* What needs to be done:
Reduce the material below to its lines containing "numFailedTests".
───── Data shown ─────
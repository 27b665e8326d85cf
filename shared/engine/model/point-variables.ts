import type { PointVariableKey } from './study-model.ts';

export type PointVariable = {
  readonly symbol: string;
  readonly name: string;
  /** The unit a bare number is read in and results are shown in. */
  readonly unit: string;
  /** The coherent SI unit the engine computes in. */
  readonly siUnit: string;
  readonly kind: 'variable' | 'group';
  /** Zero and below are impossible. */
  readonly positive: boolean;
};

/** What can be read from an operating point: what may be entered, and the groups that only follow (Gr, Gr/Re²). */
export const pointVariables: Readonly<Record<PointVariableKey | 'Gr' | 'GrRe2', PointVariable>> = {
  L: variable('L', 'characteristic length', 'm', 'm'),
  u: variable('u', 'velocity', 'm/s', 'm/s'),
  T: variable('T', 'bulk temperature', '°C', 'K'),
  rho: variable('ρ', 'density', 'kg/m³', 'kg/m^3'),
  mu: variable('μ', 'dynamic viscosity', 'mPa·s', 'Pa s'),
  nu: variable('ν', 'kinematic viscosity', 'm²/s', 'm^2/s'),
  cp: variable('c_p', 'specific heat capacity', 'J/(kg K)', 'J/(kg K)'),
  lambda: variable('λ', 'thermal conductivity', 'W/(m K)', 'W/(m K)'),
  D: variable('D', 'diffusion coefficient', 'm²/s', 'm^2/s'),
  // Water below 4 °C contracts when heated, and a wall may be the colder side.
  beta: { ...variable('β', 'thermal expansion coefficient', '1/K', '1/K'), positive: false },
  dT: { ...variable('ΔT', 'temperature difference between wall and bulk', 'K', 'K'), positive: false },
  Re: group('Re', 'Reynolds number'),
  Pr: group('Pr', 'Prandtl number'),
  Sc: group('Sc', 'Schmidt number'),
  Gr: { ...group('Gr', 'Grashof number'), positive: false },
  GrRe2: { ...group('Gr/Re²', 'free over forced convection'), positive: false },
};

function variable(symbol: string, name: string, unit: string, siUnit: string): PointVariable {
  return { symbol, name, unit, siUnit, kind: 'variable', positive: true };
}

function group(symbol: string, name: string): PointVariable {
  return { symbol, name, unit: '1', siUnit: '1', kind: 'group', positive: true };
}

/** The variable behind a reading key, or undefined for a key that no operating point has. */
export function findPointVariable(key: string): PointVariable | undefined {
  return Object.hasOwn(pointVariables, key) ? pointVariables[key as keyof typeof pointVariables] : undefined;
}
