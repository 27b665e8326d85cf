// Runs on a bare Node, before anything is installed: no dependencies and no TypeScript here.
import { spawnSync } from 'node:child_process';
import { existsSync, readFileSync } from 'node:fs';
import { dirname, join } from 'node:path';
import { fileURLToPath } from 'node:url';

const root = join(dirname(fileURLToPath(import.meta.url)), '../..');
const commands = ['start', 'dev', 'test', 'check'];

function giveUp(sentence) {
  process.stderr.write(`${sentence}\n`);
  process.exit(1);
}

/** Whether node_modules holds exactly what the lock file names. npm writes its own list last, once all is in place. */
function packagesAreInstalled() {
  const installedList = join(root, 'node_modules/.package-lock.json');
  if (!existsSync(installedList)) return false;
  const wanted = JSON.parse(readFileSync(join(root, 'package-lock.json'), 'utf8')).packages;
  const installed = JSON.parse(readFileSync(installedList, 'utf8')).packages;
  const isThere = ([path, { version, optional }]) =>
    path === '' || installed[path]?.version === version || (optional === true && !installed[path]);
  return Object.entries(wanted).every(isThere) && Object.keys(installed).every((path) => path in wanted);
}

const [major = 0, minor = 0] = process.versions.node.split('.').map(Number);
if (major < 20 || (major === 20 && minor < 19)) {
  giveUp(`Stemma needs Node.js 20.19 or newer; this is ${process.versions.node}.`);
}
const [command = '', ...rest] = process.argv.slice(2);
if (!commands.includes(command)) giveUp(`"${command}" is not one of: ${commands.join(', ')}.`);

process.chdir(root);
if (!packagesAreInstalled()) {
  process.stdout.write('Installing the npm packages that package-lock.json names (about a minute).\n');
  const result = spawnSync('npm', ['ci', '--include=dev', '--no-audit', '--no-fund', '--loglevel=error'], {
    stdio: 'inherit',
  });
  if (result.status !== 0) giveUp('The npm packages could not be installed; npm says why above. Then start again.');
}

// In this process, so that a signal sent to it reaches the script that has to stop what it started.
const { register } = await import('tsx/esm/api');
register();
process.argv = [process.argv[0], join(root, `server/scripts/${command}.ts`), ...rest];
await import(`./${command}.ts`);
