import { join } from 'node:path';
import { inheritedEnvironment } from '../environment.ts';
import { type Child, settleEarlierChild, startChild } from './child.ts';
import { requireFreePort } from './port.ts';
import { waitUntil } from './wait-until.ts';

const root = join(import.meta.dirname, '../..');

export type AppServer = { readonly address: string; readonly child: Child; readonly stop: () => Promise<void> };

/**
 * Runs `server/main.ts` in a process of its own and waits until it answers.
 *
 * @throws Error with a sentence and the end of its log.
 */
export async function startAppServer(options: {
  readonly dataFolder: string;
  readonly port: number;
  readonly publicAddress: string;
  readonly database: { readonly port: number; readonly user: string; readonly password: string; readonly name: string };
  readonly smtpPort: number;
  readonly sessionSecret: string;
  /** `development` restarts it when a source file changes. */
  readonly mode: 'production' | 'development';
  /** Told what the server prints for people; its log lines go to `server.log`. */
  readonly say?: (line: string) => void;
}): Promise<AppServer> {
  const { dataFolder, port, database, mode, say = () => {} } = options;
  await settleEarlierChild(dataFolder, 'server', 'The server', say);
  await requireFreePort(port, 'the app', 'STEMMA_PORT');
  const main = join(root, 'server/main.ts');
  const child = startChild({
    name: 'server',
    folder: dataFolder,
    command: process.execPath,
    args:
      mode === 'production'
        ? ['--enable-source-maps', '--import', 'tsx', main]
        : [join(root, 'node_modules/tsx/dist/cli.mjs'), 'watch', '--clear-screen=false', main],
    env: inheritedEnvironment({
      NODE_ENV: mode,
      STEMMA_PORT: String(port),
      STEMMA_PUBLIC_ADDRESS: options.publicAddress,
      STEMMA_DB_PORT: String(database.port),
      STEMMA_DB_NAME: database.name,
      STEMMA_DB_USER: database.user,
      STEMMA_DB_PASSWORD: database.password,
      STEMMA_SMTP_PORT: String(options.smtpPort),
      STEMMA_SESSION_SECRET: options.sessionSecret,
      STEMMA_CLIENT: join(root, 'dist'),
    }),
    onLine: (line) => {
      // The server logs one JSON object a line; anything else is meant for the person who started it.
      const isLogLine = line.startsWith('{');
      if (!isLogLine && line.trim() !== '') say(line);
      return isLogLine;
    },
  });
  const address = `http://127.0.0.1:${port}`;
  try {
    await waitUntil(
      async () => {
        if (child.hasEnded()) throw new Error(`The server did not start. Its log ends with:\n${child.logTail()}`);
        return fetch(`${address}/api/session`).then(
          (reply) => reply.ok,
          () => false,
        );
      },
      { timeoutMs: 60_000, tooLate: () => `The server does not answer. Its log ends with:\n${child.logTail()}` },
    );
  } catch (error) {
    await child.stop();
    throw error;
  }
  return { address, child, stop: child.stop };
}
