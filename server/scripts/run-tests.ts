import { spawn } from 'node:child_process';
import { existsSync, mkdirSync, readFileSync, rmSync, writeFileSync } from 'node:fs';
import { join } from 'node:path';
import * as z from 'zod';
import { inheritedEnvironment, readLauncherEnvironment } from '../environment.ts';
import { chromium, installMissing, mariadbServer } from './install-debian.ts';

const root = join(import.meta.dirname, '../..');

const resultsSchema = z.object({
  success: z.boolean(),
  numPassedTests: z.int(),
  numFailedTests: z.int(),
  numPendingTests: z.int(),
  testResults: z.array(z.object({ status: z.string(), assertionResults: z.array(z.unknown()) })),
});

/**
 * Counts a run as `N passed, N failed`. A file that could not even be loaded counts as one failure, and so does a run
 * that ended badly with no test to blame or without any result.
 */
export function summarise(results: unknown, exitCode: number): { readonly passed: number; readonly failed: number } {
  const parsed = resultsSchema.safeParse(results);
  if (!parsed.success) return { passed: 0, failed: 1 };
  const { numPassedTests, numFailedTests, success, testResults } = parsed.data;
  const unloaded = testResults.filter((file) => file.status === 'failed' && file.assertionResults.length === 0).length;
  const failed = numFailedTests + unloaded;
  const isBad = !success || exitCode !== 0;
  return { passed: numPassedTests, failed: isBad && failed === 0 ? 1 : failed };
}

/** Installs what the tests need, runs all of them and prints the count last. Returns the exit code. */
export async function runTests(args: readonly string[]): Promise<number> {
  const folder = join(readLauncherEnvironment().dataFolder, 'test');
  mkdirSync(folder, { recursive: true });
  const resultsFile = join(folder, 'results.json');
  rmSync(resultsFile, { force: true });
  installMissing([mariadbServer, chromium], (line) => process.stdout.write(`${line}\n`));

  const vitest = spawn(
    process.execPath,
    [
      join(root, 'node_modules/vitest/vitest.mjs'),
      'run',
      ...['--reporter=default', '--reporter=json', `--outputFile.json=${resultsFile}`],
      ...args,
    ],
    { cwd: root, stdio: 'inherit', env: inheritedEnvironment({ NODE_ENV: 'test' }) },
  );
  // Vitest gets Ctrl-C from the terminal itself and stops what it started; we only wait for it.
  process.on('SIGINT', () => {});
  process.on('SIGTERM', () => vitest.kill('SIGTERM'));
  const exitCode = await new Promise<number>((resolve) => {
    vitest.once('error', () => resolve(1));
    vitest.once('exit', (code) => resolve(code ?? 1));
  });

  const results: unknown = existsSync(resultsFile) ? JSON.parse(readFileSync(resultsFile, 'utf8')) : null;
  const { passed, failed } = summarise(results, exitCode);
  const line = `${passed} passed, ${failed} failed`;
  writeFileSync(join(folder, 'summary'), `${line}\n`);
  process.stdout.write(`${line}\n`);
  return failed > 0 || exitCode !== 0 ? 1 : 0;
}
─────
* Reply:
  numFailedTests: z.int(),
  const { numPassedTests, numFailedTests, success, testResults } = parsed.data;
  const failed = numFailedTests + unloaded;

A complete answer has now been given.